Allah’ın Halifeliğinin Örnekleri

Önceki konular, Hakk’ın ilk zuhurunu Hz. Peygamber (s.a.a) olarak tanıtan “Allah ilk olarak benim nurumu yarattı”[ii] gibi hadisler, “Allah için benden daha büyük bir ayet yoktur”[iii] diye buyuran müminlerin önderinin sözü, Camia Kebire duasının yüce içeriği, diğer rivayetler ve Kur’an’da Ehli Beytin (a.s) tavsifi esasınca Allah’ın halifeliğinin en kâmil örnekleri on dört masumdur. Tüm peygamber ve elçiler de bu nurani varlıkların alt kademesinde yer alan kâmil insanlar olup onların vasıtasıyla Allah’ın halifeleridirler. On dört masum ve peygamberlerden sonraki merhalede ilahi arifler ve bazı üstün, dindar ve ilim ve salih amel sahibi insanlar da taşıdıkları ilim ve ilahi isimler oranınca peygamberlerin alt kademesinde yer alır ve onların aracılığıyla Allah’ın halifeliğinin örnekleri olurlar.



[i] “Hani, Rabbin meleklere, “Ben yeryüzünde bir halife yaratacağım” demişti. Onlar, “Orada bozgunculuk yapacak, kan dökecek birini mi yaratacaksın? Oysa biz sana hamdederek daima seni tesbih ve takdis ediyoruz.” demişler. Allah da, “Ben sizin bilmediğinizi bilirim” demişti.” (Bakara, 30).

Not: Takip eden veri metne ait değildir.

def test_capital_is_used_up_by_losses_and_what_is_asked_for_the_rest(tmp_path: Path) -> None:
    capital = "\ncapital: {class: product, stressed_weight: 1.0, values: {fixed: other_retail, floating: other_retail}}\n"
    setting = var_setting(tmp_path, more=capital)
    file, data = setting.file, setting.data
    found = analyse(
        setting,
        "reverse",
        spec({"capital": {"amount": 700_000.0, "ratio": "10%"}, "surface": "none", "starts": 1}),
    )
    path = resolved(setting, found.files["reverse.yaml"])
    assert found.facts["figure"] == "use of capital"
    # by another route: the year view of a whole run with the path in place of the slump
    changed = type(data)(**{f: getattr(data, f) for f in data.__dataclass_fields__} | {"paths": (path,)})
    years = sk.project(file, changed, setting.fitted).years
    assert years is not None
    whole = years[(years["by"] == "") & (years["scenario"] == path.name)]
    used = whole["loss"].fillna(0).cumsum() + 0.1 * whole["rwa"]
    assert float(used.max()) == pytest.approx(700_000.0, rel=1e-6)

[ii] Biharu’l-Envar, c. 15, s. 24.

[iii] Biharu’l-Envar, c. 23, s. 206.

Ayrıntılı Cevap

Bu soruya halife kimdir ve vasıfları nedir ve de onun örnekleri kim veya kimler olabilir diye iki mihverde yanıt veriyoruz:

1. Allah’ın Halifesi Kimdir?

Hilafet ve halifelik kavramının batınında halife kılanın halifede zuhur etmesi manası saklıdır ve halife ise halife kılan özneye kimliği bağlı olan kimsedir. Halifenin ondan ayrı bir mana ve hakikati yoktur. Bu yüzden bir zerre gayrilik veya kendini gösterir ve de onun fiili dışında bir iş yaparsa, artık halife olmaz. Birincisi, Allah halife olma kabiliyetini insana ruhunu üfleyerek kendisine vermiştir. Nitekim hilafetin verilmesinin isim cümlesi ile beyan edildiği ve isim cümlesinin de hilafetin verilmesinin devamlılığına delalet ettiği “ben ona ruhumdan üfledim”[1] ve “ben yeryüzünde bir halife yaratacağım”[2] ayetleri ve bu ayetle ilgili diğer tefsir delillerinden[3] anlaşıldığı üzere hilafet Hz. Adem’e özgü değildir ve tüm insanlar bu liyakati taşımaktadırlar. İkincisi, bunu canlandırmanın ve hayata geçirmenin yolu da semavi kitaplar ve bu yolu doğruca kat eden ve bu makama kâmil olarak ulaşan insanlar tarafından sağlanır; yani peygamber ve elçiler bunu insanlara gösterebilir. İlahi halifeliğin mihver ve ekseni isimleri bilmek olduğundan ve ilimin de derece ve mertebeleri bulunduğundan halifeliğin de dereceleri vardır. Herkes ilahi isimlerin mazharı olma oranında ilahi halifelikten bir pay alır. Elbette “tüm isimleri bilme” ile açıklanan halifeliğin verilmesi ayetlerinde[4] tam ve kâmil hilafet ve halifeye işaret edilmektedir. Bu esas uyarınca hilafetin dereceleri bir tahlilde şu şekilde açıklanabilir:

A. Bir grup bu yoldan sapmış ve şeytanın yolunu takip etmektedir. Bunlar şeytanın halifeleridirler.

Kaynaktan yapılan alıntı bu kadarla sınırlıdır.